The keyword function* signifies that we’re not defining a regular function, but a generator.1The yield keyword represents the values that this generator will produce when we ask for them. Briefly said, a generator will execute its body until it comes across a yield statement, produce the corresponding value, and pause until further values are requested. If we then ask for the next value, the generator will simply continue the execution where it left off, complete with scoped variables and stack frame! How cool is that?

But how do we ask for these values, you ask? We have an additional bit of syntax for getting values out of generators, the next() method. Calling next() on our beatles generator repeteadly will return:

let bgen = beatles(); // Instantiate a beatles generator

bgen.next(); // {value: "John", done: false}
bgen.next(); // {value: "Paul", done: false}
bgen.next(); // {value: "George", done: false}
bgen.next(); // {value: "Ringo", done: false}

Okay, that’s pretty cool. calling next() on a generator returns an object with a value field, which is what we’re interested in, and an additional bit of metadata informing us whether or not the generator has yielded all its values yet. If we called next() a fifth time, we would get

bgen.next() // {done: true}

When we’ve exhausted a generator, it will stop producing values and simply return this object with a single field informing us we’ve used up the generator. If we really want the generator to return a final value when it is exhausted, we can use a final return instead of yield statement:

function* beatles() {
  yield "John";
  yield "Paul";
  yield "George";
  return "Ringo";
}

let bgen = beatles(); // Instantiate a beatles generator

bgen.next(); // {value: "John", done: false}
bgen.next(); // {value: "Paul", done: false}
bgen.next(); // {value: "George", done: false}
bgen.next(); // {value: "Ringo", done: true}

Now that you know how generators work, maybe it’ll feel less surprising that you can use them to implement infinite lists. Let’s have a look at how we could define our infinite integer generator:

function* integers() {
  let i = 0;
  while(true) {
    yield i++;
  }
}

We can generate a couple of values to check whether we got it right:

let igen = integers();

igen.next(); // {value: 0, done: false}
igen.next(); // {value: 1, done: false}
igen.next(); // {value: 2, done: false}
igen.next(); // {value: 3, done: false}

This generator is an infinite loop that yields our counter i and immediately pauses. As soon as we resume the execution, the ++ part is evaluated2, our counter gets incremented, and the loop is resumed only to hit the next yield statement. All the scoped variables are saved and restored when execution resumes.
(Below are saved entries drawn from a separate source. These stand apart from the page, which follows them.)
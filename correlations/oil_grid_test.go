package correlations

import (
	"errors"
	"math"
	"testing"
)

// The grid of the brief: API 15–50, γg 0.6–1.2, T 100–300 °F, Rsb 50–2000 scf/STB,
// p 100–8000 psia.
var (
	gridAPI = []float64{15, 22, 30, 30.5, 40, 50}
	gridGG  = []float64{0.6, 0.75, 0.9, 1.2}
	gridT   = []float64{100, 160, 220, 300}
	gridRsb = []float64{50, 150, 400, 800, 1400, 2000}
	gridP   = []float64{100, 500, 1000, 2000, 4000, 6000, 8000}
)

const tolInverse = 1e-6 // Rs(Pb(Rsb)) = Rsb, relative (brief)

func forGrid(f func(o Oil)) {
	for _, api := range gridAPI {
		for _, gg := range gridGG {
			for _, tf := range gridT {
				f(Oil{API: api, GasGravity: gg, Temperature: tf})
			}
		}
	}
}

// TestInversePairs checks that SolutionGOR is the exact inverse of BubblePoint for every
// family, over the whole grid, with and without separator conditions.
func TestInversePairs(t *testing.T) {
	for _, f := range SolutionGasFamilies() {
		n := 0
		forGrid(func(o Oil) {
			for _, sep := range [][2]float64{{0, 0}, {164.7, 80}} {
				o.SepPressure, o.SepTemperature = sep[0], sep[1]
				for _, rsb := range gridRsb {
					pb, err := f.BubblePoint(rsb, o)
					if err != nil {
						t.Errorf("%s %+v Rsb=%g: Pb: %v", f.ID, o, rsb, err)
						continue
					}
					rs, err := f.SolutionGOR(pb, o)
					if err != nil {
						t.Errorf("%s %+v Rsb=%g: Rs(%g): %v", f.ID, o, rsb, pb, err)
						continue
					}
					if relErr(rs, rsb) > tolInverse {
						t.Errorf("%s %+v: Rs(Pb(%g)) = %.10g", f.ID, o, rsb, rs)
					}
					n++
				}
			}
		})
		if n == 0 {
			t.Errorf("%s: no grid point checked", f.ID)
		}
	}
}

// TestSolutionGORRises checks that Rs rises with pressure below the bubble point, and that Pb
// rises with Rsb.
func TestSolutionGORRises(t *testing.T) {
	for _, f := range SolutionGasFamilies() {
		forGrid(func(o Oil) {
			prev := -1.0
			for _, p := range gridP {
				rs, err := f.SolutionGOR(p, o)
				if err != nil {
					t.Errorf("%s %+v p=%g: %v", f.ID, o, p, err)
					return
				}
				if !(rs >= prev) || !isFinite(rs) {
					t.Errorf("%s %+v: Rs(%g) = %g after %g", f.ID, o, p, rs, prev)
				}
				prev = rs
			}
			prevPb := 0.0
			for _, rsb := range gridRsb {
				pb, err := f.BubblePoint(rsb, o)
				if err != nil || !(pb > prevPb) {
					t.Errorf("%s %+v: Pb(%g) = %g, %v after %g", f.ID, o, rsb, pb, err, prevPb)
				}
				prevPb = pb
			}
		})
	}
}

// TestFVFTrends checks that every Bo family is finite and > 1 over the grid and rises with Rs
// and with T.
func TestFVFTrends(t *testing.T) {
	for _, f := range OilFVFFamilies() {
		for _, api := range gridAPI {
			for _, gg := range gridGG {
				// Bo against Rs at fixed T.
				for _, tf := range gridT {
					o := Oil{API: api, GasGravity: gg, Temperature: tf}
					prev := 0.0
					for _, rs := range gridRsb {
						bo, err := f.FVF(3000, rs, o)
						if err != nil || !(bo > prev) || !(bo > 1) {
							t.Errorf("%s %+v Rs=%g: Bo = %g, %v after %g", f.ID, o, rs, bo, err, prev)
						}
						prev = bo
					}
				}
				// Bo against T at fixed Rs. Vasquez–Beggs' API ≤ 30 set has a negative Rs·(T − 60)
				// coefficient and falls with T above Rs = 1.751e−5/1.811e−8 ≈ 967 scf/STB.
				for _, rs := range gridRsb {
					if f.ID == "vasquez-beggs" && api <= 30 && rs > 1.751e-5/1.811e-8 {
						continue
					}
					prev := 0.0
					for _, tf := range gridT {
						o := Oil{API: api, GasGravity: gg, Temperature: tf}
						bo, err := f.FVF(3000, rs, o)
						if err != nil || !(bo > prev) {
							t.Errorf("%s %+v Rs=%g: Bo = %g, %v after %g", f.ID, o, rs, bo, err, prev)
						}
						prev = bo
					}
				}
			}
		}
	}
}

// TestFVFFiniteOverPressure runs the pressure-dependent McCain family (and the others, which
// ignore p) over the pressure grid.
func TestFVFFiniteOverPressure(t *testing.T) {
	for _, f := range OilFVFFamilies() {
		forGrid(func(o Oil) {
			for _, p := range gridP {
				for _, rs := range gridRsb {
					bo, err := f.FVF(p, rs, o)
					if err != nil || !isFinite(bo) || bo < 0.95 || bo > 4 {
						t.Errorf("%s %+v p=%g Rs=%g: Bo = %g, %v", f.ID, o, p, rs, bo, err)
					}
				}
			}
		})
	}
}

// TestUndersaturatedTrends checks co > 0, RelativeVolume = 1 at pb, < 1 above it and falling
// with p, for the undersaturated families over the grid. Vasquez–Beggs gives a negative co for
// heavy, gas-poor oils (a known flaw of the linear numerator); it must then return ErrInput,
// and it must be positive for Rsb ≥ 250 scf/STB.
func TestUndersaturatedTrends(t *testing.T) {
	for _, id := range []string{"vasquez-beggs", "petrosky-farshad", "spivey-valko-mccain"} {
		f, _ := CompressibilityByID(id)
		forGrid(func(o Oil) {
			for _, rsb := range gridRsb {
				pb := 1500.0
				prevRV := 1.0
				for _, dp := range []float64{0, 200, 1000, 3000, 6500} {
					p := pb + dp
					co, err := f.Co(p, pb, rsb, o)
					if err != nil {
						if id == "vasquez-beggs" && rsb < 250 && errors.Is(err, ErrInput) {
							break
						}
						t.Errorf("%s %+v Rsb=%g p=%g: %v", id, o, rsb, p, err)
						break
					}
					if !(co > 0) || co > 1e-3 {
						t.Errorf("%s %+v Rsb=%g p=%g: co = %g", id, o, rsb, p, co)
					}
					rv, err := f.RelativeVolume(p, pb, rsb, o)
					switch {
					case err != nil:
						t.Errorf("%s %+v Rsb=%g p=%g: RV: %v", id, o, rsb, p, err)
					case dp == 0 && rv != 1:
						t.Errorf("%s: RV(pb) = %g, want 1", id, rv)
					case dp > 0 && !(rv < prevRV):
						t.Errorf("%s %+v Rsb=%g p=%g: RV = %g after %g", id, o, rsb, p, rv, prevRV)
					}
					prevRV = rv
				}
			}
		})
	}
}

// gaussLegendre8 integrates f over [a, b] with n panels of the 8-point Gauss–Legendre rule
// (nodes and weights from Abramowitz and Stegun, Table 25.4).
func gaussLegendre8(f func(float64) float64, a, b float64, n int) float64 {
	x := [4]float64{0.1834346424956498, 0.5255324099163290, 0.7966664774136267, 0.9602898564975363}
	w := [4]float64{0.3626837833783620, 0.3137066458778873, 0.2223810344533745, 0.1012285362903763}
	h := (b - a) / float64(n)
	sum := 0.0
	for i := range n {
		m := a + (float64(i)+0.5)*h
		for k := range 4 {
			d := 0.5 * h * x[k]
			sum += w[k] * (f(m-d) + f(m+d))
		}
	}
	return 0.5 * h * sum
}

// TestRelativeVolumeIsIntegralOfCo checks every closed-form RelativeVolume against
// exp(−∫co dp) computed by Gauss–Legendre quadrature of the family's own Co: this ties the
// instantaneous co of Spivey et al. to their cumulative correlation.
func TestRelativeVolumeIsIntegralOfCo(t *testing.T) {
	const tolQuad = 1e-9
	for _, id := range []string{"vasquez-beggs", "petrosky-farshad", "spivey-valko-mccain"} {
		f, _ := CompressibilityByID(id)
		for i, s := range sixOils {
			o := sixOil(i)
			for _, p := range []float64{s.pb + 100, s.pb + 1500, s.pb + 5000} {
				var ferr error
				integral := gaussLegendre8(func(x float64) float64 {
					co, err := f.Co(x, s.pb, s.rsb, o)
					if err != nil {
						ferr = err
					}
					return co
				}, s.pb, p, 64)
				rv, err := f.RelativeVolume(p, s.pb, s.rsb, o)
				if err != nil || ferr != nil {
					t.Fatalf("%s oil %d: %v %v", id, i+1, err, ferr)
				}
				if math.Abs(rv-math.Exp(-integral)) > tolQuad {
					t.Errorf("%s oil %d p=%g: RV = %.12f, exp(−∫co) = %.12f", id, i+1, p, rv, math.Exp(-integral))
				}
			}
		}
	}
}

// TestMcCainRollinsVillena checks the below-Pb family: co > 0, falling with p, refused above
// Pb, and no relative volume.
func TestMcCainRollinsVillena(t *testing.T) {
	f, err := CompressibilityByID("mccain-rollins-villena")
	if err != nil {
		t.Fatal(err)
	}
	forGrid(func(o Oil) {
		for _, rsb := range gridRsb {
			prev := math.Inf(1)
			for _, p := range []float64{100, 500, 1000, 2000, 4000} {
				co, err := f.Co(p, 4000, rsb, o)
				if err != nil || !(co > 0) || !(co < prev) {
					t.Errorf("%+v Rsb=%g p=%g: co = %g, %v", o, rsb, p, co, err)
				}
				prev = co
			}
		}
	})
	o := sixOil(0)
	if _, err := f.Co(3000, 2000, 500, o); !errors.Is(err, ErrInput) {
		t.Errorf("co above Pb: err = %v, want ErrInput", err)
	}
	if _, err := f.RelativeVolume(3000, 2000, 500, o); !errors.Is(err, ErrInput) {
		t.Errorf("RelativeVolume: err = %v, want ErrInput", err)
	}
}

// TestBadInput checks that unusable inputs give ErrInput (never a panic, NaN or Inf) from
// every oil function.
func TestBadInput(t *testing.T) {
	good := Oil{API: 35, GasGravity: 0.8, Temperature: 200}
	bad := []Oil{
		{API: 0, GasGravity: 0.8, Temperature: 200},
		{API: -5, GasGravity: 0.8, Temperature: 200},
		{API: math.NaN(), GasGravity: 0.8, Temperature: 200},
		{API: 35, GasGravity: 0, Temperature: 200},
		{API: 35, GasGravity: math.Inf(1), Temperature: 200},
		{API: 35, GasGravity: 0.8, Temperature: -500},
		{API: 35, GasGravity: 0.8, Temperature: math.NaN()},
		{API: 35, GasGravity: 0.8, Temperature: 200, SepPressure: -1},
	}
	type call struct {
		name string
		fn   func(o Oil, x float64) (float64, error)
	}
	var calls []call
	for _, f := range SolutionGasFamilies() {
		calls = append(calls,
			call{f.ID + " Pb", func(o Oil, x float64) (float64, error) { return f.BubblePoint(x*500, o) }},
			call{f.ID + " Rs", func(o Oil, x float64) (float64, error) { return f.SolutionGOR(x*2000, o) }})
	}
	for _, f := range OilFVFFamilies() {
		calls = append(calls, call{f.ID + " Bo", func(o Oil, x float64) (float64, error) { return f.FVF(x*2000, x*500, o) }})
	}
	for _, f := range CompressibilityFamilies() {
		if f.ID == "mccain-rollins-villena" {
			calls = append(calls, call{f.ID + " co", func(o Oil, x float64) (float64, error) { return f.Co(x*1000, 2000, 500, o) }})
			continue
		}
		calls = append(calls,
			call{f.ID + " co", func(o Oil, x float64) (float64, error) { return f.Co(x*3000, 2000, 500, o) }},
			call{f.ID + " RV", func(o Oil, x float64) (float64, error) { return f.RelativeVolume(x*3000, 2000, 500, o) }})
	}
	calls = append(calls,
		call{"OilDensity", func(o Oil, x float64) (float64, error) { return OilDensity(500*x, 1.3*x, o) }},
		call{"Velarde", func(o Oil, x float64) (float64, error) { return VelardeSolutionGOR(1000*x, 2000, 500, o) }})
	for _, c := range calls {
		if v, err := c.fn(good, 1); err != nil || !isFinite(v) {
			t.Errorf("%s good input: %g, %v", c.name, v, err)
		}
		for _, o := range bad {
			if _, err := c.fn(o, 1); !errors.Is(err, ErrInput) {
				t.Errorf("%s %+v: err = %v, want ErrInput", c.name, o, err)
			}
		}
		for _, x := range []float64{-1, math.NaN(), math.Inf(1)} {
			if _, err := c.fn(good, x); !errors.Is(err, ErrInput) {
				t.Errorf("%s x=%g: err = %v, want ErrInput", c.name, x, err)
			}
		}
	}
	// Closed forms whose published Pb reaches zero at a positive Rsb are continued linearly:
	// a tiny Rsb gives a small positive Pb, still exactly inverse.
	for _, id := range []string{"standing", "petrosky-farshad"} {
		f, _ := SolutionGasByID(id)
		heavy := Oil{API: 15, GasGravity: 0.75, Temperature: 100}
		pb, err := f.BubblePoint(1, heavy)
		if err != nil || !(pb > 0 && pb < pLinear) {
			t.Errorf("%s tiny Rsb: Pb = %g, %v", id, pb, err)
		}
		if rs, _ := f.SolutionGOR(pb, heavy); relErr(rs, 1) > tolInverse {
			t.Errorf("%s tiny Rsb: Rs(Pb) = %g, want 1", id, rs)
		}
	}
	// Undersaturated families refuse p < pb.
	if _, err := SpiveyCo(1000, 2000, 500, good); !errors.Is(err, ErrInput) {
		t.Errorf("Spivey p < pb: err = %v", err)
	}
}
Okay, now that we have the basics of javascript generators down, let’s take it up a notch with nested generators!

Nested generators and recursion

Along with the yield keyword, javascript provides us with a second keyword yield* that allows us to defer to another generator. When a generator comes across yield*, it will descend into the second generator, pausing and resuming like always when it comes across a yield in this second generator`s body execution. Let’s clarify this with an example:

function* lotr() {
  yield "The Fellowship of the Ring";
  yield "The Two Towers";
  yield "The Return of the King";
}

function* tolkienCanon() {
  yield "The Hobbit";
  yield* lotr();
  return "The Silmarillion";
}

When we poke the tolkienCanon generator for values, it produces “The Hobbit”, then enters the lotr() generator until that generator is depleted and returns back to the original generator body. Let’s see it in action:

let tcgen = tolkienCanon();

tcgen.next(); // {value: "The Hobbit", done: false}
tcgen.next(); // {value: "The Fellowship of the Ring", done: false}
tcgen.next(); // {value: "The Two Towers", done: false}
tcgen.next(); // {value: "The Return of the King", done: false}
tcgen.next(); // {value: "The Silmarillion", done: true}

The yield* construct allows us to in part mediate one of the biggest limitations of javascript’s generators: we can only yield values directly from within the function body. That is to say, when we’re writing a generator foo*(), we can’t simply refactor out some stuff into its own function bar(), and expect foo() to find a yield inside bar() and pause its execution. Only foo() is a generator, so only its scope can get paused and resumed. bar() is a regular function, so it has no concept of “yielding” values. This means that generators that implement more complicated logic quickly become rather messy. But, if bar() were a generator, then it would have a concept of yielding, and we could compose it with our generator foo(). This is precisely what yield* lets us do.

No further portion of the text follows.